Data extracted from a collection ->

//! Next-generation reservoir computing.
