/// Opens every data file of a field plan and checks it against the study's `sizes` and
/// `timing`: files readable and of a known format, variables present with the same shape in
/// every run, the time dimension and the sampling interval found, slices in range,
/// coarse-graining factors dividing the grid, POD modes available, and run lengths against the
/// sizes and the split. Returns every problem (each beginning with its key) and, when they can
/// be told before the POD is fitted, the state variables the models will see.
pub(super) fn check_files(
    fp: &FieldPlan,
    sizes: &[usize],
    timing: &Timing,
) -> (Vec<String>, Option<usize>) {
    let mut problems = Vec::new();
    let key = file_key(fp);
    let names = stems(&fp.files);
    let mut runs: Vec<RunShape> = Vec::new();
    let mut first: Option<(String, Vec<FieldLayout>, Option<f64>)> = None;
    for (path, stem) in fp.files.iter().zip(&names) {
        let mut ds = match Dataset::open(path) {
            Ok(ds) => ds,
            Err(e) => {
                problems.push(format!("{key}: {e}"));
                continue;
            }
        };
        let shape = match describe_file(&mut ds, fp, stem) {
            Ok(s) => s,
            Err(e) => {
                problems.push(format!("{key}: {e}"));
                continue;
            }
        };
        if shape.sample_interval.is_none() {
            problems.push(format!(
                "data.file.sample-interval: {} has no evenly spaced time coordinate to give the sampling interval{}; give `sample-interval` (model time units)",
                path.display(),
                shape
                    .time_units
                    .as_ref()
                    .map(|u| format!(" (time units '{u}')"))
                    .unwrap_or_default()
            ));
        }
        match &first {
            None => first = Some((stem.clone(), shape.fields.clone(), shape.sample_interval)),
            Some((first_name, fields, dt)) => {
                for (a, b) in fields.iter().zip(&shape.fields) {
                    if a.shape != b.shape {
                        problems.push(format!(
                            "data.file.variables: variable '{}' has shape {:?} ({}) in run '{stem}' but {:?} in run '{first_name}'; every run must hold the same grid (slice them alike)",
                            b.name,
                            b.shape,
                            b.dims.join(", "),
                            a.shape
                        ));
                    }
                }
                if let (Some(a), Some(b)) = (dt, shape.sample_interval) {
                    if (a - b).abs() > 1e-9 * a.abs() {
                        problems.push(format!(
                            "data.file.sample-interval: run '{stem}' is sampled every {b} time units, run '{first_name}' every {a}; every run must share the sampling interval"
                        ));
                    }
                }
            }
        }
        runs.extend(shape.runs);
    }
    let Some((_, fields, dt)) = first else {
        return (problems, None);
    };
    // Reduction.
    let mut dim = fields.iter().map(FieldLayout::size).sum::<usize>();
    if let Some(f) = &fp.coarse_grain {
        match coarse_layout(&fields, &CoarseGrain::new(f)) {
            Ok((_, d)) => dim = d,
            Err(e) => problems.push(format!("data.file.reduce.coarse-grain: {e}")),
        }
    }
    // Lengths against the sizes and the split.
    let largest = *sizes.last().expect("sizes");
    if let Some(dt) = dt {
        let spec = split_spec(timing, dt);
        let k = fp.held_out_runs;
        if k > 0 && k >= runs.len() && !runs.is_empty() {
            problems.push(format!(
                "data.file.test.held-out-runs: {k} held-out runs but the data hold {} run{}; at least one must remain for training",
                runs.len(),
                if runs.len() == 1 { "" } else { "s" }
            ));
        } else if k > 0 {
            let first_run = &runs[0];
            if first_run.samples < largest {
                problems.push(format!(
                    "subsets.sizes: the largest size is {largest} samples but the first training run '{}' holds {}; training windows never cross a run boundary, so the first training run must hold the largest size — give a longer run first or smaller sizes",
                    first_run.name, first_run.samples
                ));
            }
            let held = &runs[runs.len() - k..];
            let cap: usize = held.iter().map(|r| capacity(r.samples, &spec)).sum();
            if cap < spec.initial_conditions {
                let each: Vec<String> = held
                    .iter()
                    .map(|r| {
                        format!(
                            "'{}' ({} samples: {})",
                            r.name,
                            r.samples,
                            capacity(r.samples, &spec)
                        )
                    })
                    .collect();
                problems.push(format!(
                    "split.initial-conditions: {} test initial conditions, each with {} warm-up and {} forecast samples inside its run and spaced {} apart, do not fit in the held-out runs, which hold {cap}: {}; hold out more or longer runs, or reduce the initial conditions, spacing, warm-up or maximum lead",
                    spec.initial_conditions,
                    spec.warm_up,
                    spec.max_lead,
                    spec.spacing,
                    each.join(", ")
                ));
            }
        } else if let Some(r) = runs.first() {
            let needed = spec.total_for_pool(largest);
            if r.samples < needed {
                problems.push(format!(
                    "data.file: the first run '{}' holds {} samples but the split needs {needed}: a training pool of {largest} samples (the largest size), a gap of {}, and {} test initial conditions spaced {} apart with {} warm-up and {} forecast samples each; supply more data, hold out whole runs (`test = {{ held-out-runs = 1 }}`), or reduce the sizes, initial conditions, gap, warm-up or maximum lead",
                    r.name, r.samples, spec.gap, spec.initial_conditions, spec.spacing, spec.warm_up, spec.max_lead
                ));
            }
        }
        if let Some(PodChoice::Modes(m)) = fp.pod {
            if m > dim {
                problems.push(format!(
                    "data.file.reduce.pod.modes: {m} modes asked but the (coarse-grained) fields have {dim} values per snapshot; ask for at most {dim}"
                ));
            }
        }
    }
    let variables = match fp.pod {
        Some(PodChoice::Modes(m)) => Some(m.min(dim)),
        Some(PodChoice::Energy(_)) => None,
        None => Some(dim),
    };
    (problems, variables)
}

The problem ->
Copy the lines of the data above exactly as written, beginning with the line containing "Some((first_name, fields, dt))" and ending with the line containing "Ok((_, d)) => dim", and leave out all other lines.

Exercise result ->
            Some((first_name, fields, dt)) => {
                for (a, b) in fields.iter().zip(&shape.fields) {
                    if a.shape != b.shape {
                        problems.push(format!(
                            "data.file.variables: variable '{}' has shape {:?} ({}) in run '{stem}' but {:?} in run '{first_name}'; every run must hold the same grid (slice them alike)",
                            b.name,
                            b.shape,
                            b.dims.join(", "),
                            a.shape
                        ));
                    }
                }
                if let (Some(a), Some(b)) = (dt, shape.sample_interval) {
                    if (a - b).abs() > 1e-9 * a.abs() {
                        problems.push(format!(
                            "data.file.sample-interval: run '{stem}' is sampled every {b} time units, run '{first_name}' every {a}; every run must share the sampling interval"
                        ));
                    }
                }
            }
        }
        runs.extend(shape.runs);
    }
    let Some((_, fields, dt)) = first else {
        return (problems, None);
    };
    // Reduction.
    let mut dim = fields.iter().map(FieldLayout::size).sum::<usize>();
    if let Some(f) = &fp.coarse_grain {
        match coarse_layout(&fields, &CoarseGrain::new(f)) {
            Ok((_, d)) => dim = d,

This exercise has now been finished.